CoreOS routinely criticizes Docker for not putting security first and claims that its own container system is safer by design.
To that end, it has released the 1.0 version of open source project Clair, which ensures that the software packaged inside containers aren't inadvertently riddled with security issues.
What's under the hood?
Clair scans the contents of container images -- the files that contain the software launched inside a container -- to determine if they were built with versions of applications with known vulnerabilities. It compares package metadata against entries in vulnerability databases, such as the CVE.

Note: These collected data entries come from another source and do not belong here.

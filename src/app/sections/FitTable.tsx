import type { ReactNode } from "react";
import { labelOf } from "../../core/catalogue.ts";
import type { DecayResult } from "../../core/decayResult.ts";
import type { FlagCode } from "../../core/flag.ts";
import { bare, missing, type Quantity } from "../../core/quantity.ts";
import { withReference } from "../../core/symbolRuns.ts";
import { sensitivityOf } from "../../export/sentences/sensitivitySentence.ts";
import type { FigureTable } from "../../figures/figureSpec.ts";
import { endsOf } from "../../figures/stationPoints.ts";
import type { CaseView } from "../session/caseView.ts";
import { CaseHeads } from "./CaseHeads.tsx";
import { Definition } from "./Definition.tsx";
import { originManner } from "./fitNumber.ts";
import { Pennant } from "./Pennant.tsx";
import { type Manner, QuantityCells } from "./QuantityText.tsx";
import { SymbolText } from "./SymbolText.tsx";
import { TableSave } from "./TableSave.tsx";
import { TableScroll } from "./TableScroll.tsx";

interface Line {
  readonly name: string;
  /** Key of the label: its symbol and its definition. */
  readonly label: string;
  readonly of: (decay: DecayResult) => Quantity;
  /** Doubts that are about this number. */
  readonly flags?: readonly FlagCode[];
}

const onExponent: readonly FlagCode[] = [
  ...(["short-span", "few-stations", "held-origin", "half-open", "chi-square-fails"] as const),
  ...(["window-without-plateau", "equal-weights"] as const),
];
const onOrigin = onExponent.filter((code) => code !== "held-origin");
const whole = "a statistic of this fit: it has no interval";
const alike = "all stations weigh alike: the scatter is what tells the errors";
const statistic = (value: number | null, why: string) => (value === null ? missing(why) : bare(value, whole));

const lines: readonly Line[] = [
  { name: "exponent", label: "n", of: ({ n }) => n, flags: onExponent },
  { name: "virtual origin", label: "x0", of: ({ x0 }) => x0, flags: onOrigin },
  { name: "coefficient", label: "A", of: ({ A }) => A },
  { name: "given this window", label: "n", of: ({ given_window }) => given_window.n },
  { name: "given this window", label: "x0", of: ({ given_window }) => given_window.x0 },
  { name: "sensitivity", label: "dn/dx0", of: sensitivityOf },
  {
    name: "correlation",
    label: "correlation_n_x0",
    of: ({ correlation_n_x0 }) => statistic(correlation_n_x0, "one of the two is held, or there is no law"),
  },
  {
    name: "reduced χ²",
    label: "chi2_reduced",
    of: ({ chi2_reduced, weights }) =>
      statistic(chi2_reduced, weights === "equal" ? alike : "no station is left over, or there is no law"),
  },
  {
    name: "probability of a larger χ²",
    label: "p",
    of: ({ p }) => statistic(p, alike),
  },
];

/** The fit of every case: exponent, origin and coefficient, how they are tied, and how well the law fits. */
export function FitTable({ cases }: { cases: readonly CaseView[] }) {
  const fitted = cases.flatMap((view) => (view.decay ? [{ view, decay: view.decay }] : []));
  return (
    <>
      <TableScroll label="Fits">
        <table className="data dense">
          <CaseHeads cases={fitted.map(({ view }) => view)} first="Fit" />
          <tbody>
            {lines.map(({ name, label, of, flags = [] }) => (
              <tr key={name + label}>
                <th scope="row" className="text">
                  {name}{" "}
                  <Definition of={keyOf(label, cases)}>
                    <SymbolText runs={labelOf(keyOf(label, cases)).symbol} />
                  </Definition>
                </th>
                {fitted.map(({ view, decay }) => (
                  <QuantityCells
                    key={view.id}
                    quantity={of(decay)}
                    {...mannerOf(label, view)}
                    beside={<Doubts decay={decay} codes={flags} />}
                  />
                ))}
              </tr>
            ))}
          </tbody>
        </table>
      </TableScroll>
      <PerLength cases={fitted.map(({ view }) => view)} />
      <TableSave name="fits" table={() => fitsTable(cases)} />
    </>
  );
}

/** The origin of a decay in time is one. */
const keyOf = (label: string, cases: readonly CaseView[]) =>
  label === "x0" && cases[0]?.along === "t" ? "t0" : label;

function mannerOf(label: string, view: CaseView): Manner {
  return label === "x0" ? originManner(view) : { label, units: view.units };
}

/** What the sensitivity is counted in. */
function PerLength({ cases }: { cases: readonly CaseView[] }) {
  const [view] = cases;
  if (view === undefined) return null;
  const step: ReactNode =
    view.length === null ? (
      "unit of the axis"
    ) : (
      <SymbolText runs={withReference([{ text: "ℓ" }], view.symbol)} />
    );
  return (
    <p className="small-print">
      The sensitivity is the change of <i className="sym">n</i> for each {step} that the origin lies farther
      downstream.
    </p>
  );
}

function Doubts({ decay, codes }: { decay: DecayResult; codes: readonly FlagCode[] }) {
  const text = decay.flags
    .filter(({ code }) => codes.includes(code))
    .map((flag) => flag.text)
    .join(" ");
  if (text === "") return null;
  return (
    <span className="cell-flag" title={text}>
      <Pennant />
      <span className="spoken">{text}</span>
    </span>
  );
}

function fitsTable(cases: readonly CaseView[]): FigureTable {
  return {
    heading: ["case", "number", "of", "value", "low", "high"],
    rows: cases.flatMap(({ name: of, decay }) =>
      decay === null
        ? []
        : lines.map(({ name, label, of: numberOf }) => {
            const { value, low, high } = endsOf(numberOf(decay));
            return [of, name, label, value, low, high];
          }),
    ),
  };
}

Clair's method for gathering and processing vulnerability information isn't hard-wired. All of Clair's behaviors are pluggable, albeit with default batteries included. Data gathering from public sources, detection routines for inspecting container images, notification books, and the storage layer for vulnerability data can be swapped out or augmented by the user or by third parties.
It also provides the user with specific, actionable advice in the event of a detected problem. Most of the time, this consists of upgrading the package in question to a more recent version, but sometimes, it includes removing dependencies that are not required in the final image. If Node.js, for instance, is used as only part of a build script and isn't included in the running application, it can be safely dropped from the final image.
In the run-up to version 1.0, CoreOS worked hard to improve Clair's performance. Some database queries took as long as 30 seconds to complete; switching to Postgres 9.4 as the database back end "improved some of our API responses in production by 3 orders of magnitude" (from 30 seconds to 30 milliseconds), according to CoreOS.
The real dangers inside
The container model theoretically provides a high degree of security by default, but they also bring new twists on existing problems. CoreOS focuses on how containers are spun up and executed, which has many quirks. Docker, meanwhile, offers Docker Bench for checking container environments against best practices.
Clair addresses the lack of thought given to what might be inside a container image once it's created. The danger isn't malicious intent, but indifference.
CoreOS also wants Clair to become part of the process of building container repositories. The company's own Quay container repository uses Clair, but CoreOS hopes other hosted repository solutions -- including Docker's -- will pick up on, deploy, and bring changes to Clair.